(Exercise inputs begins)
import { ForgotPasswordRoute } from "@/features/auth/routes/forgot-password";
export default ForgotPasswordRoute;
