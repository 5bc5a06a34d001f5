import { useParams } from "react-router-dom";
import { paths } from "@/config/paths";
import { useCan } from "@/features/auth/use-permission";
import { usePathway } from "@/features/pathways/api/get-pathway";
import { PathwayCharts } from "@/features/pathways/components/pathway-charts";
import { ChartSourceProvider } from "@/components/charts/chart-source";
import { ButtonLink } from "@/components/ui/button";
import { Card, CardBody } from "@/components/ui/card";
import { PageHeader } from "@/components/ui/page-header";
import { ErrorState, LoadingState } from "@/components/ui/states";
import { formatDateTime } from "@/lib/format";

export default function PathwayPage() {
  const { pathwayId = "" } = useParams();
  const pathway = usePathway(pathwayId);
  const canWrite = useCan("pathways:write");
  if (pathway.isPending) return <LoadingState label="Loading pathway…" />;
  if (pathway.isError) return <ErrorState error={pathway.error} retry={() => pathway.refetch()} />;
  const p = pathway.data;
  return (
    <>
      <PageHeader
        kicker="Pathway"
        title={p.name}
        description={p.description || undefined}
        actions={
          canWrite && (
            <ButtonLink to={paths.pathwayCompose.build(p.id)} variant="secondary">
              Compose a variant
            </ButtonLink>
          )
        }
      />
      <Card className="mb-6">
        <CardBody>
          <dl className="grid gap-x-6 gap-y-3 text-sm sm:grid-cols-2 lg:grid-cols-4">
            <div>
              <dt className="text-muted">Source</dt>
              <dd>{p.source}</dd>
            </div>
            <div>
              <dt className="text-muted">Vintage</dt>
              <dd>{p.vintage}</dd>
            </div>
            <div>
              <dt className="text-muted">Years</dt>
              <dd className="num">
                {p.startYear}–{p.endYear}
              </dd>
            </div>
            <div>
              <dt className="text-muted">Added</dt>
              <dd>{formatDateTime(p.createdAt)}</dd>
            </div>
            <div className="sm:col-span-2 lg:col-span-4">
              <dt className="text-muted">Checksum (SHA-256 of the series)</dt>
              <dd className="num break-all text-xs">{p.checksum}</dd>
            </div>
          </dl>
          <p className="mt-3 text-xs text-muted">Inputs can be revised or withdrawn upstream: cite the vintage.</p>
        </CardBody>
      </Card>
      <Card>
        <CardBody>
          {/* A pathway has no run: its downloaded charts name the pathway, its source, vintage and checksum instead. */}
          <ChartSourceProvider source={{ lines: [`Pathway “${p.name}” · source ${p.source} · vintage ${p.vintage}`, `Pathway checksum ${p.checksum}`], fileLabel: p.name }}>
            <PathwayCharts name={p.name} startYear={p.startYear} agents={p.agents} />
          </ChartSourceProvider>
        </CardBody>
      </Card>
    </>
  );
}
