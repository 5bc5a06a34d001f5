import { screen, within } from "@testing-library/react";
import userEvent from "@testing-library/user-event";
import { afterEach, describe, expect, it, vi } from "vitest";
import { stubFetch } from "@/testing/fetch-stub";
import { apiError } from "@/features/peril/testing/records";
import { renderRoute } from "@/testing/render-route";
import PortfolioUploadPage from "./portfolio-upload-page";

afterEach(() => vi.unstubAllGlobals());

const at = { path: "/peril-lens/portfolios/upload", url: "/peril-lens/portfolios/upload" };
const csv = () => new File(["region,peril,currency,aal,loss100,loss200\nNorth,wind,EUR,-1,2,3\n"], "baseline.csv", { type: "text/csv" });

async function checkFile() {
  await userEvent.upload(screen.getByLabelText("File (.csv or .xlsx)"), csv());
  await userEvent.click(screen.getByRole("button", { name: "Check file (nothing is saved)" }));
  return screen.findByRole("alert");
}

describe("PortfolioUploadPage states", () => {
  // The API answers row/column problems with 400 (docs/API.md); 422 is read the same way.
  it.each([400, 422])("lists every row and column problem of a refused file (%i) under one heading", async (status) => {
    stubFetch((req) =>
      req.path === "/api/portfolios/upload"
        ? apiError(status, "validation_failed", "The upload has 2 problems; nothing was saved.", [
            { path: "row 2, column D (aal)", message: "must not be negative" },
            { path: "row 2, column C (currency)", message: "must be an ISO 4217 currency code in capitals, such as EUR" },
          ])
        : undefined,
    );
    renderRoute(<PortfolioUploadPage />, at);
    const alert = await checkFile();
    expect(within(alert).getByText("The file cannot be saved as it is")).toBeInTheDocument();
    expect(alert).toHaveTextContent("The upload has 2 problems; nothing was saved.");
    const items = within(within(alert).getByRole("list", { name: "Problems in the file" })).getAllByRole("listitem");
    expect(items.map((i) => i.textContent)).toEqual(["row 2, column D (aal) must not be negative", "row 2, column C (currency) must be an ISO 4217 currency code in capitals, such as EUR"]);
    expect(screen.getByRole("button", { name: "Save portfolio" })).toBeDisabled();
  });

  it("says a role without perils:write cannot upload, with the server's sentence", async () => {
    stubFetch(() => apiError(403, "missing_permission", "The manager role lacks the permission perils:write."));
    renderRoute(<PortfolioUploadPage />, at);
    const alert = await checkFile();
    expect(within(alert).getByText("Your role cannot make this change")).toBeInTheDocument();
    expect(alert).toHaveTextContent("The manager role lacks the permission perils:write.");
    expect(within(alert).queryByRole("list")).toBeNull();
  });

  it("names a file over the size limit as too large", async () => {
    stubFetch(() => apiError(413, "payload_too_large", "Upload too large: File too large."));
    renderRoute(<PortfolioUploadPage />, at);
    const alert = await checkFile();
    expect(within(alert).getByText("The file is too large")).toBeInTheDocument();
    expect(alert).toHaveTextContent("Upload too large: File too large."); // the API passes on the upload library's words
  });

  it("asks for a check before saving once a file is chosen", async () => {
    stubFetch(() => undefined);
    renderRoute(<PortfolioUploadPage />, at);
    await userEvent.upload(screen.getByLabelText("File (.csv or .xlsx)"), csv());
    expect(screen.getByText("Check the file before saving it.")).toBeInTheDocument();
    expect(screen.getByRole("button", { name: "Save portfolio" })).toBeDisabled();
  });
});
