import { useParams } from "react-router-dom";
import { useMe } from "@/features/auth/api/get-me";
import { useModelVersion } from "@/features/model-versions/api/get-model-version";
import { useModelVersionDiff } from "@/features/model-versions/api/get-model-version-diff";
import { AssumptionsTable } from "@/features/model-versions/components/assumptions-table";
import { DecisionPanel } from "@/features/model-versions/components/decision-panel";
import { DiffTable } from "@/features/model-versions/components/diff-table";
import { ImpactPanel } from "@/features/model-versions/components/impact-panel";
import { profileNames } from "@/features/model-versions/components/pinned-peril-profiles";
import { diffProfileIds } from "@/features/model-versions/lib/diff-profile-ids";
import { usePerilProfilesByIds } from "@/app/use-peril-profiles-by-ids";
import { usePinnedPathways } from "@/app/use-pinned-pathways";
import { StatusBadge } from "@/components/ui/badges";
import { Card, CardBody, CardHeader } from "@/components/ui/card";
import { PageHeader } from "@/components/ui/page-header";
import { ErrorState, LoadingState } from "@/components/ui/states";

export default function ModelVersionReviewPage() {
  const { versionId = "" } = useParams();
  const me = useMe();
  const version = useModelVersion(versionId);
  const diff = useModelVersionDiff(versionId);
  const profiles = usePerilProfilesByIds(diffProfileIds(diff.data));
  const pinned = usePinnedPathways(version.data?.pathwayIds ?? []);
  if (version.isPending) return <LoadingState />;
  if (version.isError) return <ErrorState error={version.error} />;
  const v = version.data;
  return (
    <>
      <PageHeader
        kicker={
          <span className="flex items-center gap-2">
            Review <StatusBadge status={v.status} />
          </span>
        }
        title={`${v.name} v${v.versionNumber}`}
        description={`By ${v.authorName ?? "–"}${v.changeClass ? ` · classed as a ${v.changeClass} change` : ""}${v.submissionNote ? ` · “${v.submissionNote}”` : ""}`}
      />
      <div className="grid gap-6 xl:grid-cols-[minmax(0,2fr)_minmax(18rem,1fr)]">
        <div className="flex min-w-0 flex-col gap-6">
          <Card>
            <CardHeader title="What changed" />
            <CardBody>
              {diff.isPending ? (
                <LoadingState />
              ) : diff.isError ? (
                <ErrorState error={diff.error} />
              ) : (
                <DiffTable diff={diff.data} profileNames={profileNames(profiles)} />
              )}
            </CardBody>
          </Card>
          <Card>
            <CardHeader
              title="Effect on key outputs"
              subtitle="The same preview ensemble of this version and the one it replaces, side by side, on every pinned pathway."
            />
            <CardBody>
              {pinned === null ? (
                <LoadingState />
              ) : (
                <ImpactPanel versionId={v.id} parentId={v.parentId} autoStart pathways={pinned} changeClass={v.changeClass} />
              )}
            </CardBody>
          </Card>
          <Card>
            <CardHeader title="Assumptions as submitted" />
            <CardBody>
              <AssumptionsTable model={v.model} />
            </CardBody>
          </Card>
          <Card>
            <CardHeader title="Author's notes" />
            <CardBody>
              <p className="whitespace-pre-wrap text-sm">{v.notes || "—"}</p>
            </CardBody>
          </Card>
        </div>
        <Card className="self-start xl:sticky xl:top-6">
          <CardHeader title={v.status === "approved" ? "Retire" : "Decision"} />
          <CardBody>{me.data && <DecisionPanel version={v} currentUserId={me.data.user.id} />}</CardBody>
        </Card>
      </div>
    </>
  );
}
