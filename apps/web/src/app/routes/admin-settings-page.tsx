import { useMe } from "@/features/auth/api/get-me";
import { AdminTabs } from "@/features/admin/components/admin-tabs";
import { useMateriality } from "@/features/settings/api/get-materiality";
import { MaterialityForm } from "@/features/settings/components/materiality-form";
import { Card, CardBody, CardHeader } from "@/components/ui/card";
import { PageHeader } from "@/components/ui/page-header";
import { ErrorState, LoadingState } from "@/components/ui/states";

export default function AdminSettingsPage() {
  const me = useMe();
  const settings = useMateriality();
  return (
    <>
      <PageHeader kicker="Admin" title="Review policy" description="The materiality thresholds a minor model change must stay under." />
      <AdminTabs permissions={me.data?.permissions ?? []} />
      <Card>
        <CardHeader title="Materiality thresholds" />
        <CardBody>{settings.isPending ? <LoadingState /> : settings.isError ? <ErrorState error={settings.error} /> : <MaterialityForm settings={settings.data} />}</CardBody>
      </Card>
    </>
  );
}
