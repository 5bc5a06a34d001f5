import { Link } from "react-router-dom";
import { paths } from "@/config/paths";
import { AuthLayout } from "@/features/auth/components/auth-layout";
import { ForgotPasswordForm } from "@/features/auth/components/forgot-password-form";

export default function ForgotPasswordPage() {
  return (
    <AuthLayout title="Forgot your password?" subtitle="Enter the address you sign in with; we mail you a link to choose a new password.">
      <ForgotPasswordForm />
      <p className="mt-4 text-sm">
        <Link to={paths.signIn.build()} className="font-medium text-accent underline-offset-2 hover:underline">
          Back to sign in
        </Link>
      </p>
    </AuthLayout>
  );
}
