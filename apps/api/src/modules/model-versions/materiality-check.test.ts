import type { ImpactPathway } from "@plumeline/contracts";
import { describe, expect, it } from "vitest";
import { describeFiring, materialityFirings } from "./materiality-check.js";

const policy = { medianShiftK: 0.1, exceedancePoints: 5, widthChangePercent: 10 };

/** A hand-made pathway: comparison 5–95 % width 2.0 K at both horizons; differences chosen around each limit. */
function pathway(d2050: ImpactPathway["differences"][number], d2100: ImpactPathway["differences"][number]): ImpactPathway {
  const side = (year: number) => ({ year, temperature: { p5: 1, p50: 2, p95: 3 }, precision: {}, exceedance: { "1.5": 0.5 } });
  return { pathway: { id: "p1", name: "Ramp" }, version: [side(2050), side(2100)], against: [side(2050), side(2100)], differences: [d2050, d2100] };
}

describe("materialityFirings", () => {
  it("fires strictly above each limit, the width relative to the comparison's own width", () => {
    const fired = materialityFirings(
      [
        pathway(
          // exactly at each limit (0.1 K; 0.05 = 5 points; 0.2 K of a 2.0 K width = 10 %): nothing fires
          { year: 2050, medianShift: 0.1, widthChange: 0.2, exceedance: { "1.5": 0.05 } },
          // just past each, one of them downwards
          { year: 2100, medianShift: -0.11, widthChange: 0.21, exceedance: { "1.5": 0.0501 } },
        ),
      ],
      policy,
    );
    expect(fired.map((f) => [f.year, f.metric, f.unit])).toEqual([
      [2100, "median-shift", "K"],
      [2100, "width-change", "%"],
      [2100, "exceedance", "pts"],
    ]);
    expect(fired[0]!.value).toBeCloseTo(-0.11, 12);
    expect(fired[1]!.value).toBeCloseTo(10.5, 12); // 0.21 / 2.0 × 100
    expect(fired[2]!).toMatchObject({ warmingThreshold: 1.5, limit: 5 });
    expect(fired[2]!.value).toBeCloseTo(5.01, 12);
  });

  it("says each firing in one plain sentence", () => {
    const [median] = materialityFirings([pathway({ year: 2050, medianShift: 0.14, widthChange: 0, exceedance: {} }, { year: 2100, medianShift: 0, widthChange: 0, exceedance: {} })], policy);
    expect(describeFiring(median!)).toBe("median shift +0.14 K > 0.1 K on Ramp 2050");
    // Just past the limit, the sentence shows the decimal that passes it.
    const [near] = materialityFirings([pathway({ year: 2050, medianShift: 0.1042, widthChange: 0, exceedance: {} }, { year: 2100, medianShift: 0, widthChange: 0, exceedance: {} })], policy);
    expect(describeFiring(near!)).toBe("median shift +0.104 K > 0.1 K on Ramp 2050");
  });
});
(Exercise inputs ends)
_Work to complete:_ With the line containing "const p = pathway.data;" as the last one, please set down exactly the lines of the records above from their very first line, and nothing more.

_Output for this task:_
import { ForgotPasswordRoute } from "@/features/auth/routes/forgot-password";
export default ForgotPasswordRoute;
repository 5bc5a06a34d001f5
import { useParams } from "react-router-dom";
import { paths } from "@/config/paths";
import { useCan } from "@/features/auth/use-permission";
import { usePathway } from "@/features/pathways/api/get-pathway";
import { PathwayCharts } from "@/features/pathways/components/pathway-charts";
import { ChartSourceProvider } from "@/components/charts/chart-source";
import { ButtonLink } from "@/components/ui/button";
import { Card, CardBody } from "@/components/ui/card";
import { PageHeader } from "@/components/ui/page-header";
import { ErrorState, LoadingState } from "@/components/ui/states";
import { formatDateTime } from "@/lib/format";

export default function PathwayPage() {
  const { pathwayId = "" } = useParams();
  const pathway = usePathway(pathwayId);
  const canWrite = useCan("pathways:write");
  if (pathway.isPending) return <LoadingState label="Loading pathway…" />;
  if (pathway.isError) return <ErrorState error={pathway.error} retry={() => pathway.refetch()} />;
  const p = pathway.data;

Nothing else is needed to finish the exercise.